The POLQA algorithm is a new generation of voice quality assessment standards, which is suitable for voice quality assessment in fixed networks, mobile communication networks and IP networks. POLQA is determined by ITU-T (International Telecommunication Union) as the recommended specification P.863, which can be used for high-definition voice, 3G, 4G/VoLTE, and 5G network voice quality assessment. It is used to replace and upgrade PESQ (ITU-T Recommendation P.862) released in 2001

img

The difference from traditional pesq is that the POLQA algorithm has the following advantages:

  • Increase the ability to evaluate broadband (Wideband) and super-wide (SuperWideband) voice quality, and support broadband (48khz).
  • It supports the latest voice coding and VoIP transmission technology, and has been specially optimized for the existing opus and silk encoders.
  • Support multi-language environment, all languages are supported. The ITU organization provides standard test corpus for targeted testing.

Of course, audio quality evaluation is not just to evaluate the codec, there are also other factors that will affect it, such as VAD transmission, packet loss compensation, network quality changes (delay/jitter/packet loss), and even equipment acquisition.

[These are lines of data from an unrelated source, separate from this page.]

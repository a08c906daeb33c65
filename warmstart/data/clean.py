"""The table a profile and a learner see, and a sentence for everything done to make it.

:func:`clean_table` is the one place that decides which rows, labels, values
and columns of a task's table a profile (:func:`warmstart.profile.profile`)
and the cross-validated objective (:func:`warmstart.evaluate.learners.cv_objective`)
use, so both always see the same table. It applies, in order:

1. :func:`warmstart.data.features.feature_frame` on the table as given:
   identifier columns left out, dates written as text read as days;
2. rows whose target is missing (or, for a numeric target, infinite) left out;
3. text target labels that differ only in case or surrounding spaces merged;
4. infinite values of feature columns read as missing;
5. feature columns with no value, or with one value in every row, named
   (kept: a model learns nothing from them, and leaving them out would
   change the profiles already stored in archives).

Each step that changes or finds something adds a plain sentence to the
result's notes; a command prints them as ``note:`` lines (or refuses the file
under ``--strict``).
"""

from __future__ import annotations

from dataclasses import dataclass, field

import numpy as np
import pandas as pd
from pandas.api import types as ptypes

from warmstart.data.features import feature_frame
from warmstart.data.read import TableError

__all__ = ["CleanTable", "clean_table"]


@dataclass(frozen=True)
class CleanTable:
    """What :func:`clean_table` returns.

    Attributes
    ----------
    frame : pandas.DataFrame
        The table a profile or a learner should see, target included.
    column_notes : dict of str to str
        ``{column: what was done and why}`` for each column left out as an
        identifier or converted from dates written as text (what
        ``keep_columns`` undoes); from :func:`~warmstart.data.features.feature_frame`.
    notes : tuple of str
        One sentence per other finding: rows left out, labels merged,
        values read as missing, columns a model learns nothing from.
    """

    frame: pd.DataFrame
    column_notes: dict[str, str] = field(default_factory=dict)
    notes: tuple[str, ...] = ()


def clean_table(frame: pd.DataFrame, target: str, keep_columns=(), min_rows: int = 20) -> CleanTable:
    """The rows, labels, values and columns of a task that a profile and a learner use.

    Parameters
    ----------
    frame : pandas.DataFrame
        The table as read, target included. It is never modified.
    target : str
        Target column.
    keep_columns : iterable of str, default ()
        Columns never left out or converted as identifiers or dates (see
        :func:`~warmstart.data.features.feature_frame`); their infinite
        values still become missing.
    min_rows : int, default 20
        Passed on to :func:`~warmstart.data.features.feature_frame`.

    Returns
    -------
    CleanTable
        The table and the notes. What is done:

        - rows whose target is missing are left out, and so are rows whose
          numeric target is infinite; a note gives the count and the share;
        - when the target holds text, labels that are equal once surrounding
          spaces are removed and case is ignored (``"yes"``, ``"Yes "``)
          become one label: the most frequent spelling without surrounding
          spaces (or the most frequent, when every spelling has them; ties
          go to the spelling met first). A note lists each spelling with its
          row count. Numeric and boolean targets are never changed;
        - infinite values in float feature columns become missing, counted
          per column;
        - feature columns with no value in any remaining row, or the same
          value in every remaining row, are named in a note and kept.

        Row labels (the index) are those of ``frame``; the input itself is
        returned when nothing changes.

    Raises
    ------
    TableError
        When the target or a column to keep is not in the table, the target
        column appears more than once, or no row has a target value.

    Examples
    --------
    >>> frame = pd.DataFrame({"nights": [1.0, 2.0, float("inf"), 4.0, 5.0],
    ...                       "late": ["yes", "Yes ", "no", None, "no"]})
    >>> table = clean_table(frame, target="late")
    >>> table.frame["late"].tolist(), table.frame["nights"].tolist()
    (['yes', 'yes', 'no', 'no'], [1.0, 2.0, nan, 5.0])
    >>> for note in table.notes:
    ...     print(note)
    1 of 5 rows (20.0 %) have no value in the target column 'late': left out
    target 'late': labels that differ only in case or surrounding spaces were merged: 'yes' (1 row) and 'Yes ' (1 row) as 'yes'
    column 'nights': 1 infinite value(s) read as missing
    """
    hits = [j for j, name in enumerate(frame.columns) if name == target]
    if len(hits) > 1:
        raise TableError(f"target column {target!r} appears {len(hits)} times; give every column its own name")
    table, column_notes = feature_frame(frame, target, keep=keep_columns, min_rows=min_rows)
    notes: list[str] = []
    table = _rows_with_target(table, target, notes)
    changed: dict[int, pd.Series] = {}
    position = list(table.columns).index(target)
    labels = _merged_labels(table.iloc[:, position], target, notes)
    if labels is not None:
        changed[position] = labels
    for j, name in enumerate(table.columns):
        if j == position:
            continue
        column = _finite(table.iloc[:, j], str(name), notes)
        if column is not None:
            changed[j] = column
        _say_if_uninformative(changed.get(j, table.iloc[:, j]), str(name), notes)
    if changed:
        table = table.copy(deep=False)
        for j, column in changed.items():
            table.isetitem(j, column)
    return CleanTable(table, column_notes, tuple(notes))


def _rows_with_target(table: pd.DataFrame, target: str, notes: list[str]) -> pd.DataFrame:
    """The rows with a target value; a note for each kind of row left out."""
    y = table[target]
    n = len(y)
    missing = y.isna().to_numpy()
    infinite = np.zeros(n, dtype=bool)
    if ptypes.is_float_dtype(y):
        infinite = np.isinf(y.to_numpy(dtype=float, na_value=np.nan))
    drop = missing | infinite
    if n and drop.all():
        what = "missing" if not infinite.any() else "missing or infinite"
        raise TableError(f"target column {target!r} is {what} in all {n} rows; nothing to learn from")
    if missing.any():
        k = int(missing.sum())
        notes.append(f"{k} of {n} rows ({100 * k / n:.1f} %) have no value in the target column {target!r}: left out")
    if infinite.any():
        k = int(infinite.sum())
        notes.append(f"{k} of {n} rows ({100 * k / n:.1f} %) have an infinite value in the target column "
                     f"{target!r}: left out")
    return table.iloc[np.flatnonzero(~drop)] if drop.any() else table


def _merged_labels(y: pd.Series, target: str, notes: list[str]) -> pd.Series | None:
    """Text labels that differ only in case or surrounding spaces as one
    spelling, or None when the target is not text or nothing is merged."""
    if ptypes.is_bool_dtype(y) or ptypes.is_numeric_dtype(y) or ptypes.is_datetime64_any_dtype(y) \
            or ptypes.is_timedelta64_dtype(y):
        return None
    present = y.notna().to_numpy()
    text = y[present].astype(str)
    counts = text.value_counts(sort=False)  # spelling -> rows, in order of first appearance
    if counts.empty:
        return None
    keys = counts.index.str.strip().str.casefold()
    if keys.nunique() == len(counts):
        return None
    mapping: dict[str, str] = {}
    merged: list[str] = []
    for key in pd.unique(keys):
        spellings = counts[keys == key]
        if len(spellings) < 2:
            continue
        # the most frequent spelling without surrounding spaces; ties to the one met first
        trimmed = [s.strip() == s for s in spellings.index]
        order = sorted(range(len(spellings)), key=lambda i: (not trimmed[i], -spellings.iloc[i], i))
        chosen = spellings.index[order[0]]
        listed = [spellings.index[i] for i in order]
        mapping.update({s: chosen for s in listed if s != chosen})
        parts = [f"{s!r} ({spellings[s]} row{'s' if spellings[s] != 1 else ''})" for s in listed]
        merged.append(f"{' and '.join([', '.join(parts[:-1]), parts[-1]])} as {chosen!r}")
    notes.append(f"target {target!r}: labels that differ only in case or surrounding spaces were merged: "
                 + "; ".join(merged))
    rows = np.flatnonzero(present)[text.isin(list(mapping)).to_numpy()]
    out = y.astype(object) if isinstance(y.dtype, pd.CategoricalDtype) else y.copy()
    out.iloc[rows] = text.iloc[np.flatnonzero(text.isin(list(mapping)).to_numpy())].map(mapping).to_numpy()
    return out


def _finite(column: pd.Series, name: str, notes: list[str]) -> pd.Series | None:
    """The float column with infinite values as missing, or None when it has none."""
    if not ptypes.is_float_dtype(column):
        return None
    infinite = np.isinf(column.to_numpy(dtype=float, na_value=np.nan))
    if not infinite.any():
        return None
    notes.append(f"column {name!r}: {int(infinite.sum())} infinite value(s) read as missing")
    return column.mask(infinite)


def _say_if_uninformative(column: pd.Series, name: str, notes: list[str]) -> None:
    """A note for a column with no value, or one value in every row."""
    n = len(column)
    present = column.notna().to_numpy()
    if n and not present.any():
        notes.append(f"column {name!r} has no value in any of the {n} rows: "
                     "kept, though a model learns nothing from it")
        return
    if n < 2 or not present.all():
        return
    if ptypes.is_numeric_dtype(column) and not ptypes.is_bool_dtype(column) and not ptypes.is_complex_dtype(column):
        values = column.to_numpy(dtype=float)
        same = bool(np.all(values == values[0]))
    else:
        same = bool((column == column.iloc[0]).all())
    if same:
        first = column.iloc[0]
        first = first.item() if isinstance(first, np.generic) else first
        notes.append(f"column {name!r} holds the same value ({first!r}) in all {n} rows: "
                     "kept, though a model learns nothing from it")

Regardless of whether there is a reference or no reference, it has its application limitations, including problems such as narrow usage scenarios, poor robustness, and high complexity. To overcome the above problems, a set of covering multiple scenarios is required to run with performance. There is almost no perceptual quality evaluation algorithm and system, so the sound network has developed a set of unique audio quality evaluation methods. Including uplink quality assessment and downlink quality assessment.

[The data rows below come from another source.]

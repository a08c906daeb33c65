"""The DuckDB archive of tuning history (store, ingest, queries, curation)."""

from warmstart.archive.store import DEFAULT_ARCHIVE, SCHEMA_VERSION, Archive, default_archive_path, fingerprint

__all__ = ["Archive", "DEFAULT_ARCHIVE", "SCHEMA_VERSION", "default_archive_path", "fingerprint"]
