-- warmstart archive schema, version 2: a trial keeps the per-fold scores of a
-- cross-validated objective (NULL when there are none, e.g. trials ingested from a table).
ALTER TABLE trials ADD COLUMN fold_scores DOUBLE[];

The uplink sound undergoes a collection-AEC (Echo Cancellation)-NS (Noise Suppression)-AGC (Gain) processing process, so the quality assessment includes the processing effects of equipment acquisition stability/echo cancellation capability/noise suppression capability/volume gain capability .

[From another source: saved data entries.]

def copies_elsewhere(archive: Archive, study: int) -> tuple[int, list[int]]:
    """How many trials of ``study`` have an exact copy in another study.

    Exact copy: same content key (task data, learner, config), metric,
    direction, status and score, the duplicate rule of :func:`dedupe_trials`.

    Returns
    -------
    (int, list of int)
        Trials of ``study`` with a copy elsewhere, and the other studies' ids.
    """
    n, others = fetch(archive.con,
        "SELECT count(DISTINCT t.number), array_sort(list(DISTINCT o.study_id)) "
        "FROM trials t JOIN studies s USING (study_id) "
        "JOIN trials o ON o.content_key = t.content_key AND o.study_id <> t.study_id AND o.status = t.status "
        "AND o.score IS NOT DISTINCT FROM t.score "
        "JOIN studies os ON os.study_id = o.study_id AND os.metric = s.metric AND os.direction = s.direction "
        "WHERE t.study_id = ?",
        [int(study)],
    )[0]
    return int(n), [int(x) for x in (others or [])]


def check_archive(archive: Archive, progress: Callable[[int, int], None] | None = None) -> CheckReport:
    """Check the archive's integrity; change nothing.

    Parameters
    ----------
    archive : Archive
        The archive (read-only is enough).
    progress : callable, optional
        Called as ``progress(done, total)`` with counts of distinct configs
        validated (per chunk of 50,000).

    Returns
    -------
    CheckReport
        One :class:`Finding` per check, ``report.ok`` when all counts are 0.

    Raises
    ------
    ArchiveDamagedError
        A block of the file cannot be read (every value of every column is
        read first: :func:`warmstart.archive.faults.check_blocks`).
    """
    check_blocks(archive.con, archive.path, ARCHIVE_TABLES)  # a damaged file first: the checks below would stop at its first bad block
    spaces, unreadable, stale_hash = _space_problems(archive)
    n, examples = _outside_space(archive, spaces, progress)
    findings = [
        *_reference_findings(archive),
        Finding("unreadable_spaces", len(unreadable), False, "space definitions that are not a valid space",
                tuple(unreadable[:_EXAMPLES])),
        Finding("stale_space_hashes", len(stale_hash), True,
                "spaces whose stored content hash does not match their definition", tuple(stale_hash[:_EXAMPLES])),
        Finding("trials_outside_space", n, False,
                "trials whose config is not valid in their study's space (prune or fix by hand)", examples),
        *_score_findings(archive),
        *_trial_findings(archive),
        *_coverage_findings(archive),
    ]
    return CheckReport(archive.path, tuple(findings), _check_notes(archive))


def _finding(archive: Archive, check: str, fixable: bool, what: str, sql: str, label: Callable[[tuple], str],
             params: list | None = None) -> Finding:
    """A finding counted (and its first culprits named) by one query."""
    n, examples = _count_examples(archive, sql, label, params)
    return Finding(check, n, fixable, what, examples)


def _reference_findings(archive: Archive) -> list[Finding]:
    """Rows pointing at a task, study or space that does not exist."""
    return [
        _finding(archive, "orphan_profiles", True, "profile rows of a task that does not exist",
                 "SELECT DISTINCT task_id FROM profiles WHERE task_id NOT IN (SELECT task_id FROM tasks)",
                 lambda r: f"task id {r[0]}"),
        _finding(archive, "orphan_trials", True, "trials of a study that does not exist",
                 "SELECT study_id, number FROM trials WHERE study_id NOT IN (SELECT study_id FROM studies) "
                 "ORDER BY study_id, number", lambda r: f"study {r[0]} trial {r[1]}"),
        _finding(archive, "studies_without_task", False,
                 "studies whose task does not exist (prune them or restore the task)",
                 "SELECT study_id, task_id FROM studies WHERE task_id NOT IN (SELECT task_id FROM tasks) "
                 "ORDER BY study_id", lambda r: f"study {r[0]} (task id {r[1]})"),
        _finding(archive, "studies_without_space", False,
                 "studies whose space does not exist (prune them or restore the space)",
                 "SELECT study_id, space_id FROM studies WHERE space_id NOT IN (SELECT space_id FROM spaces) "
                 "ORDER BY study_id", lambda r: f"study {r[0]} (space id {r[1]})"),
    ]


def _score_findings(archive: Archive) -> list[Finding]:
    """Scores that cannot be: missing on an ok trial, outside a built-in metric's range, on a failed trial."""
    # Valid ranges of the built-in metrics: scikit-learn's metric definitions (see SCORE_BOUNDS).
    bounds = [(m, lo, hi) for m, (lo, hi) in SCORE_BOUNDS.items()]
    return [
        _finding(archive, "nonfinite_scores_ok", True,
                 "trials marked ok whose score is missing, NaN or infinite (become failed)",
                 "SELECT study_id, number, score FROM trials WHERE status = 'ok' AND (score IS NULL OR NOT "
                 "isfinite(score)) ORDER BY study_id, number",
                 lambda r: f"study {r[0]} trial {r[1]} (score {r[2]})"),
        _finding(archive, "scores_out_of_range", False,
                 "ok trials whose score is impossible for their built-in metric, e.g. accuracy above 1 "
                 "(prune or fix by hand)",
                 "SELECT t.study_id, t.number, s.metric, t.score FROM trials t JOIN studies s USING (study_id) "
                 "JOIN (VALUES " + ", ".join(["(?, CAST(? AS DOUBLE), CAST(? AS DOUBLE))"] * len(bounds)) + ") "
                 "AS b(metric, lo, hi) ON b.metric = s.metric "
                 "WHERE t.status = 'ok' AND isfinite(t.score) AND (t.score < b.lo OR t.score > b.hi) "
                 "ORDER BY t.study_id, t.number",
                 lambda r: f"study {r[0]} trial {r[1]} ({r[2]} {r[3]})", [v for row in bounds for v in row]),
        _finding(archive, "failed_with_score", True,
                 "failed trials that carry a score (the score moves into the error text)",
                 "SELECT study_id, number, score FROM trials WHERE status = 'failed' AND score IS NOT NULL "
                 "ORDER BY study_id, number", lambda r: f"study {r[0]} trial {r[1]} (score {r[2]})"),
    ]


def _trial_findings(archive: Archive) -> list[Finding]:
    """Trials whose key, number or existence is wrong: stale keys, repeated numbers, duplicates."""
    return [
        _finding(archive, "stale_content_keys", True,
                 "trials whose content key does not match task fingerprint, learner and config",
                 _STALE_KEYS + " ORDER BY t.study_id, t.number", lambda r: f"study {r[1]} trial {r[2]}"),
        _finding(archive, "repeated_trial_numbers", True, "trials sharing a number with another trial of the same study",
                 "SELECT study_id, number, count(*) AS n FROM trials GROUP BY study_id, number HAVING count(*) > 1 "
                 "ORDER BY study_id, number", lambda r: f"study {r[0]} trial {r[1]} ({r[2]} times)"),
        _finding(archive, "duplicate_trials", True,
                 "trials repeating a trial of an earlier study (same task data, learner, config, metric and result; "
                 "the earliest study keeps its copies)",
                 f"SELECT study_id, number FROM ({_DUPLICATE_RANK}) WHERE study_id <> keeper ORDER BY study_id, number",
                 lambda r: f"study {r[0]} trial {r[1]}"),
    ]


def _coverage_findings(archive: Archive) -> list[Finding]:
    """What a prior cannot use: profiles of another version, studies without trials, tasks without profiles."""
    from warmstart.profile import PROFILE_VERSION

    return [
        _finding(archive, "profile_version_mismatch", False,
                 f"tasks whose profile is not version {PROFILE_VERSION} (needs the dataset: ingest it again to "
                 "re-profile)",
                 "SELECT k.task_id, k.name, min(p.version), max(p.version) FROM tasks k JOIN profiles p USING (task_id) "
                 "GROUP BY k.task_id, k.name HAVING min(p.version) <> ? OR max(p.version) <> ? ORDER BY k.task_id",
                 lambda r: f"task {r[1]!r} (version {r[2]}" + (f"..{r[3]}" if r[3] != r[2] else "") + ")",
                 [str(PROFILE_VERSION)] * 2),
        _finding(archive, "studies_without_trials", True, "studies with no trials (nor a service's proposals)",
                 f"SELECT study_id FROM studies WHERE {_EMPTY_STUDY if _has_leases(archive) else _NO_TRIALS} "
                 "ORDER BY study_id", lambda r: f"study {r[0]}"),
        _finding(archive, "tasks_without_profiles", False,
                 "tasks with no profile (needs the dataset: ingest it again to profile it)",
                 "SELECT task_id, name FROM tasks WHERE task_id NOT IN (SELECT task_id FROM profiles) ORDER BY task_id",
                 lambda r: f"task {r[1]!r}"),
    ]


def _check_notes(archive: Archive) -> dict[str, int]:
    """Counts shown beside the findings: sizes, repeated evaluations, unused spaces."""
    con = archive.con
    notes = {
        "tasks": fetch(con, "SELECT count(*) FROM tasks")[0][0],
        "studies": fetch(con, "SELECT count(*) FROM studies")[0][0],
        "trials": fetch(con, "SELECT count(*) FROM trials")[0][0],
        "repeated_configs_other_result": fetch(
            con, "SELECT count(*) FROM (SELECT t.content_key, s.metric FROM trials t JOIN studies s USING (study_id) "
            "GROUP BY t.content_key, s.metric HAVING count(DISTINCT (t.status, t.score)) > 1)",
        )[0][0],
        "repeated_evaluations_same_result": fetch(con, _REPEATS_IN_STUDY)[0][0],
        "spaces_without_studies": fetch(
            con, "SELECT count(*) FROM spaces WHERE space_id NOT IN (SELECT space_id FROM studies)")[0][0],
    }
    return {k: int(v) for k, v in notes.items()}


_EMPTIED = (
    f"SELECT study_id, array_sort(list(DISTINCT keeper)) AS keepers FROM ({_DUPLICATE_RANK}) "
    "GROUP BY study_id HAVING bool_and(study_id <> keeper)"
)


def _carry_labels(archive: Archive, emptied: list[tuple[int, list[int]]]) -> None:
    """Merge the tags (and the owner, where the kept study has none) of each
    emptied study into the studies that keep its trials; earliest study first."""
    ids = sorted({s for s, _ in emptied} | {k for _, keepers in emptied for k in keepers})
    if not ids:
        return
    rows = fetch(archive.con, f"SELECT study_id, owner, tags FROM studies WHERE study_id IN ({', '.join('?' * len(ids))}) "
                       "ORDER BY created_at, study_id", ids)
    labels = {int(r[0]): [r[1], json.loads(r[2]) if r[2] else {}] for r in rows}
    order = {study: i for i, study in enumerate(labels)}
    changed = set()
    for study, keepers in sorted(emptied, key=lambda e: order.get(e[0], 0)):
        owner, tags = labels[int(study)]
        for keeper in keepers:
            kept = labels[int(keeper)]
            if kept[0] is None and owner is not None:
                kept[0] = owner
                changed.add(int(keeper))
            new = {k: v for k, v in tags.items() if k not in kept[1]}
            if new:
                kept[1].update(new)
                changed.add(int(keeper))
    for keeper in sorted(changed):
        owner, tags = labels[keeper]
        archive.con.execute("UPDATE studies SET owner = ?, tags = ? WHERE study_id = ?",
                            [owner, json.dumps(tags, sort_keys=True), keeper])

The downlink is mainly played by the device, after encoding and decoding-network transmission-weak network confrontation (I understand VAD/PLC/error correction and other processing)-device playback, and finally multiple weak networks, multiple devices, and multiple modes Under the test, the error between its algorithm and POLQA is less than 0.15, which can be said to have achieved good results.

Regarding audio quality evaluation, I personally think that the follow-up will be developed in a more detailed field, including different elements, such as voice evaluation and music evaluation should be different; including different scenarios, such as real-time online processing and offline evaluation, real-time Processing requires high real-time performance and low performance consumption; offline evaluation does not require such high requirements, and requires higher accuracy, so you can make more use of the advantages of AI artificial intelligence and optimization on the algorithm system.


RTE开发者社区
647 声望966 粉丝

RTE 开发者社区是聚焦实时互动领域的中立开发者社区。不止于纯粹的技术交流,我们相信开发者具备更加丰盈的个体价值。行业发展变革、开发者职涯发展、技术创业创新资源,我们将陪跑开发者,共享、共建、共成长。